What this task involves
Only the lines below starting at the one containing "const Index len" and ending at the one containing "const Eigen::Map<const VectorXd> now(x + q.later" belong in the answer, each copied exactly.

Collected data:
// Reads [X, y] of the estimated equation (original scale; fd: differences) in blocks.
// When the equation rows are the input rows in increasing order (fd: each with the
// row before it as its earlier row; true whenever the input is sorted by unit and
// period), a block is a range of input rows read by whole-column vector operations,
// and the rows that are not equation rows (a unit's first row, a row with a missing
// value) are marked and later given weight 0. Otherwise rows are gathered.
class BlockReader {
public:
    BlockReader(const LeanInput& in, Index block) : in_(in), fd_(!in.earlier.empty()), block_(block) {
        const std::size_t n = in.later.size();
        contiguous_ = true;
        for (std::size_t i = 0; i < n && contiguous_; ++i) {
            if (i > 0 && in.later[i] <= in.later[i - 1]) contiguous_ = false;
            if (fd_ && in.earlier[i] + 1 != in.later[i]) contiguous_ = false;
        }
        if (contiguous_) {
            first_ = in.later.front();
            end_ = in.later.back() + 1;
            is_row_.assign(end_ - first_, 0);
            for (std::size_t r : in.later) is_row_[r - first_] = 1;
        } else {
            for (std::size_t i = 0; i < n; ++i) {
                const bool extends = i > 0 && in.later[i] == in.later[i - 1] + 1 &&
                                     (!fd_ || in.earlier[i] == in.earlier[i - 1] + 1);
                if (extends)
                    ++pieces_.back().length;
                else
                    pieces_.push_back({static_cast<Index>(i), in.later[i], fd_ ? in.earlier[i] : 0, 1});
            }
        }
        for (const Column& x : in.data.regressors) {
            columns_.push_back(x.values.data());
            masks_.push_back(x.missing.empty() ? nullptr : x.missing.data());
        }
        columns_.push_back(in.data.outcome.values.data());
        masks_.push_back(in.data.outcome.missing.empty() ? nullptr : in.data.outcome.missing.data());
    }

    // Every cell outside the missing masks is a finite number. The rows that the
    // contiguous reads cover are checked as they are read with check_values (call
    // this after such a pass); the others here.
    bool values_finite() const {
        const std::size_t n = in_.data.outcome.size();
        auto finite_rows = [&](std::size_t from, std::size_t to) {
            for (std::size_t c = 0; c < columns_.size(); ++c)
                for (std::size_t r = from; r < to; ++r)
                    if (!(masks_[c] != nullptr && masks_[c][r] != 0) && !std::isfinite(columns_[c][r])) return false;
            return true;
        };
        if (!contiguous_) return finite_rows(0, n);
        return finite_ && finite_rows(0, first_) && finite_rows(end_, n);
    }

    Index width() const { return static_cast<Index>(columns_.size()); }
    Index blocks() const {
        const std::size_t span = contiguous_ ? end_ - first_ : in_.later.size();
        return static_cast<Index>((span + static_cast<std::size_t>(block_) - 1) / static_cast<std::size_t>(block_));
    }

    // Block k: column c of [X, y] (original scale; fd: differences) is written as
    // (v - shift[c]) * mult[c] into column col0 + c of out's top rows. rows[i] is the
    // input row of block row i, or kNoRow for a row that is not an equation row (its
    // block row is then 0); keep[i] is 1 or 0 accordingly. levels (fd, optional) adds the squares of the later rows'
    // values per column. Returns the block's row count.
    Index read(Index k, MatrixXd& out, Index col0, const VectorXd& shift, const VectorXd& mult,
               std::vector<std::size_t>& rows, VectorXd& keep, VectorXd* levels = nullptr,
               bool check_values = false) {
        if (contiguous_) {
            const std::size_t a = first_ + static_cast<std::size_t>(k * block_);
            const Index b = static_cast<Index>(std::min<std::size_t>(static_cast<std::size_t>(block_), end_ - a));
            for (Index i = 0; i < b; ++i) {
                const bool row = is_row_[a - first_ + static_cast<std::size_t>(i)] != 0;
                rows[static_cast<std::size_t>(i)] = row ? a + static_cast<std::size_t>(i) : kNoRow;
                keep[i] = row ? 1.0 : 0.0;
            }
            for (Index c = 0; c < width(); ++c) {
                const double* x = columns_[static_cast<std::size_t>(c)];
                const Eigen::Map<const VectorXd> now(x + a, b);
                if (check_values && finite_) {
                    const std::uint8_t* mask = masks_[static_cast<std::size_t>(c)];
                    if (mask == nullptr) {
                        // inf * 0 and NaN * 0 are NaN: one vectorised sum tests the block
                        if (!std::isfinite((now.array() * 0.0).sum())) finite_ = false;
                    } else {
                        for (Index i = 0; i < b; ++i)
                            if (mask[a + static_cast<std::size_t>(i)] == 0 && !std::isfinite(now[i])) finite_ = false;
                    }
                }
                auto dest = out.col(col0 + c).head(b);
                // rows that are not equation rows are set to 0 (select, not a product:
                // a missing cell may hold any value, NaN included)
                const auto kept = keep.head(b).array() != 0.0;
                if (fd_) {
                    // a > 0: the first equation row has its earlier row before it
                    const Eigen::Map<const VectorXd> before(x + a - 1, b);
                    dest = kept.select(((now - before).array() - shift[c]) * mult[c], 0.0);
                    if (levels != nullptr) (*levels)[c] += kept.select(now.array().square(), 0.0).sum();
                } else {
                    dest = kept.select((now.array() - shift[c]) * mult[c], 0.0);
                }
            }
            return b;
        }
        const Index first = k * block_;
        const Index end = std::min(first + block_, static_cast<Index>(in_.later.size()));
        const Index b = end - first;
        while (cursor_ < pieces_.size() && pieces_[cursor_].at + pieces_[cursor_].length <= first) ++cursor_;
        for (std::size_t q_i = cursor_; q_i < pieces_.size() && pieces_[q_i].at < end; ++q_i) {
            const Piece& q = pieces_[q_i];
            const Index from = std::max(first, q.at), to = std::min(end, q.at + q.length);
            const Index len = to - from, off = from - q.at, at = from - first;
            for (Index c = 0; c < width(); ++c) {
                const double* x = columns_[static_cast<std::size_t>(c)];
                const Eigen::Map<const VectorXd> now(x + q.later + off, len);
                auto dest = out.col(col0 + c).segment(at, len);
                if (fd_) {
                    dest = ((now - Eigen::Map<const VectorXd>(x + q.earlier + off, len)).array() - shift[c]) * mult[c];
                    if (levels != nullptr) (*levels)[c] += now.squaredNorm();
                } else {
                    dest = (now.array() - shift[c]) * mult[c];
                }
            }
        }
        for (Index i = 0; i < b; ++i) {
            rows[static_cast<std::size_t>(i)] = in_.later[static_cast<std::size_t>(first + i)];
            keep[i] = 1.0;
        }
        return b;
    }

    void restart() { cursor_ = 0; }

Result
            const Index len = to - from, off = from - q.at, at = from - first;
            for (Index c = 0; c < width(); ++c) {
                const double* x = columns_[static_cast<std::size_t>(c)];
                const Eigen::Map<const VectorXd> now(x + q.later + off, len);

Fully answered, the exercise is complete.